Also muss kurzfristig mit kreativen Marketinglösungen oder schnellen Anpassungen des eigenen Produkts reagiert werden. (Nebenbei bemerkt: Eine Preissenkung würde ich in diesem Kontext nicht als kreativ beschreiben, sondern eher als die letzte Möglichkeit). - Neuentwicklung
Bei der Neuentwicklung von Produkte sind wiederum viele kreative Einzelleistungenzu erbbringen, um das neue Produkt von der ersten Idee, über Prototypen, bis hin zum Verkauf, erfolgreich am Markt zu platzieren. Die Bandbreite kreativer Ideen bezieht sich dabei auf erste Produktideen, die Produktionsmöglichkeiten, Verbesserung von Prototypen, bis hin zur Planung der Absatzkanäle.
Alle 3 genannten Beispiele erfordern eine Vielzahl von kreativen Leistungen um Hindernisse aus dem Weg zu räumen, Abläufe zu vereinfachen oder sogar um den Fortbestand des Unternehmens zu sichern.
Daher liegt es auf der Hand, dass kreatives Potenzial im Unternehmen gefördert und gut genutzt werden muss.

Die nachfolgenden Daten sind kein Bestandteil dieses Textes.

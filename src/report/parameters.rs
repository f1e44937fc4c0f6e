//! `parameters.csv`: fitted terms in every unit and both conventions, one row each, to be taken over by a model.

use super::fitted::{coupling_units, reported};
use crate::fit::{Convention, Model};
use crate::job::analysis::{FitResult, ForceField};
use crate::job::{JobResult, SweepResult};
use crate::units::{KCAL_PER_MOL_PER_HARTREE, KJ_PER_MOL_PER_HARTREE};

/// Names of the columns.
pub(super) const HEADER: [&str; 12] = [
    "term",
    "atoms",
    "equilibrium",
    "k",
    "unit",
    "convention",
    "level",
    "spread",
    "equilibrium_unit",
    "form",
    "path",
    "moves",
];

/// The table as CSV text. Of a tied sweep all coordinates stand in `atoms`, joined by ` = `: its k sums theirs and their
/// couplings. A torsion's cosine terms have their height as k and their phase as equilibrium.
#[must_use]
pub fn render(result: &JobResult) -> Vec<u8> {
    let mut writer = ::csv::Writer::from_writer(Vec::new());
    // Writing to memory cannot fail, and every row has as many fields as the header.
    let _ = writer.write_record(HEADER);
    for level in &result.levels {
        for fit in &level.analysis.fits {
            for row in rows(&result.sweeps[fit.sweep], fit, &level.name) {
                let _ = writer.write_record(row);
            }
        }
        if let Some(field) = &level.analysis.force_field {
            for row in coupling_rows(result, field, &level.name) {
                let _ = writer.write_record(row);
            }
        }
    }
    writer.into_inner().unwrap_or_default()
}

fn rows(sweep: &SweepResult, entry: &FitResult, level: &str) -> Vec<[String; 12]> {
    let fit = &entry.fit;
    let atoms: Vec<String> = entry.coordinates.iter().map(|c| c.join(" ")).collect();
    let row = |term: String,
               equilibrium: f64,
               equilibrium_unit: &str,
               k: f64,
               unit: &str,
               convention: &str,
               spread: f64| {
        [
            term,
            atoms.join(" = "),
            equilibrium.to_string(),
            k.to_string(),
            unit.to_owned(),
            convention.to_owned(),
            level.to_owned(),
            spread.to_string(),
            equilibrium_unit.to_owned(),
            super::text_fits::form_words(fit),
            entry.path.word().to_owned(),
            entry.moves.join(" "),
        ]
    };
    let mut rows = Vec::new();
    for convention in [Convention::HalfK, Convention::FullK] {
        for (unit, k) in fit.constant().in_units(convention) {
            rows.push(row(
                sweep.kind.to_owned(),
                reported(sweep, fit.equilibrium),
                sweep.unit,
                k,
                unit,
                convention.formula(),
                fit.spread,
            ));
        }
    }
    if let Model::Fourier(series) = &fit.model {
        for term in series.terms() {
            for (unit, scale) in [
                ("kj_per_mol", KJ_PER_MOL_PER_HARTREE),
                ("kcal_per_mol", KCAL_PER_MOL_PER_HARTREE),
            ] {
                rows.push(row(
                    format!("cosine {}", term.multiple),
                    term.phase.to_degrees(),
                    "degree",
                    term.height * scale,
                    unit,
                    "E = V/2 (1 + cos(n q - q0))",
                    fit.spread,
                ));
            }
        }
    }
    rows
}

fn coupling_rows(result: &JobResult, field: &ForceField, level: &str) -> Vec<[String; 12]> {
    let [a, b] = [&result.sweeps[0], &result.sweeps[1]];
    let scale = (field.field.k11 * field.field.k22).sqrt();
    coupling_units(field)
        .into_iter()
        .map(|(unit, k)| {
            [
                format!("{}-{} coupling", a.kind, b.kind),
                format!("{} / {}", a.atoms.join(" "), b.atoms.join(" ")),
                format!("{} / {}", field.values[0], field.values[1]),
                k.to_string(),
                unit.to_owned(),
                "E = E0 + k11/2 d1^2 + k12 d1 d2 + k22/2 d2^2".to_owned(),
                level.to_owned(),
                (field.field.half_ranges[1] / scale).to_string(),
                format!("{} / {}", a.unit, b.unit),
                format!("polynomial of order {}", field.field.order),
                field.path.word().to_owned(),
                String::new(),
            ]
        })
        .collect()
}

Dieser These wird kaum jemand widersprechen, denn Kreativität gilt als gut und nützlichund daher kann die mit der Forderung nach “mehr Kreativität” nahezu nichts falsch gemacht werden.
Dennoch gibt es ein Dilemma!
Eine „Kultur der Kreativität“ im Unternehmen zu schaffen, in der sich Ideen entwickeln können ist gar nicht so schwer. Kreativität entsteht durch Freiräume, intensive Kommunikation über Bereichsgrenzen hinweg, in Frage stellen von Vorhandenem, Nutzung von Diversität etc.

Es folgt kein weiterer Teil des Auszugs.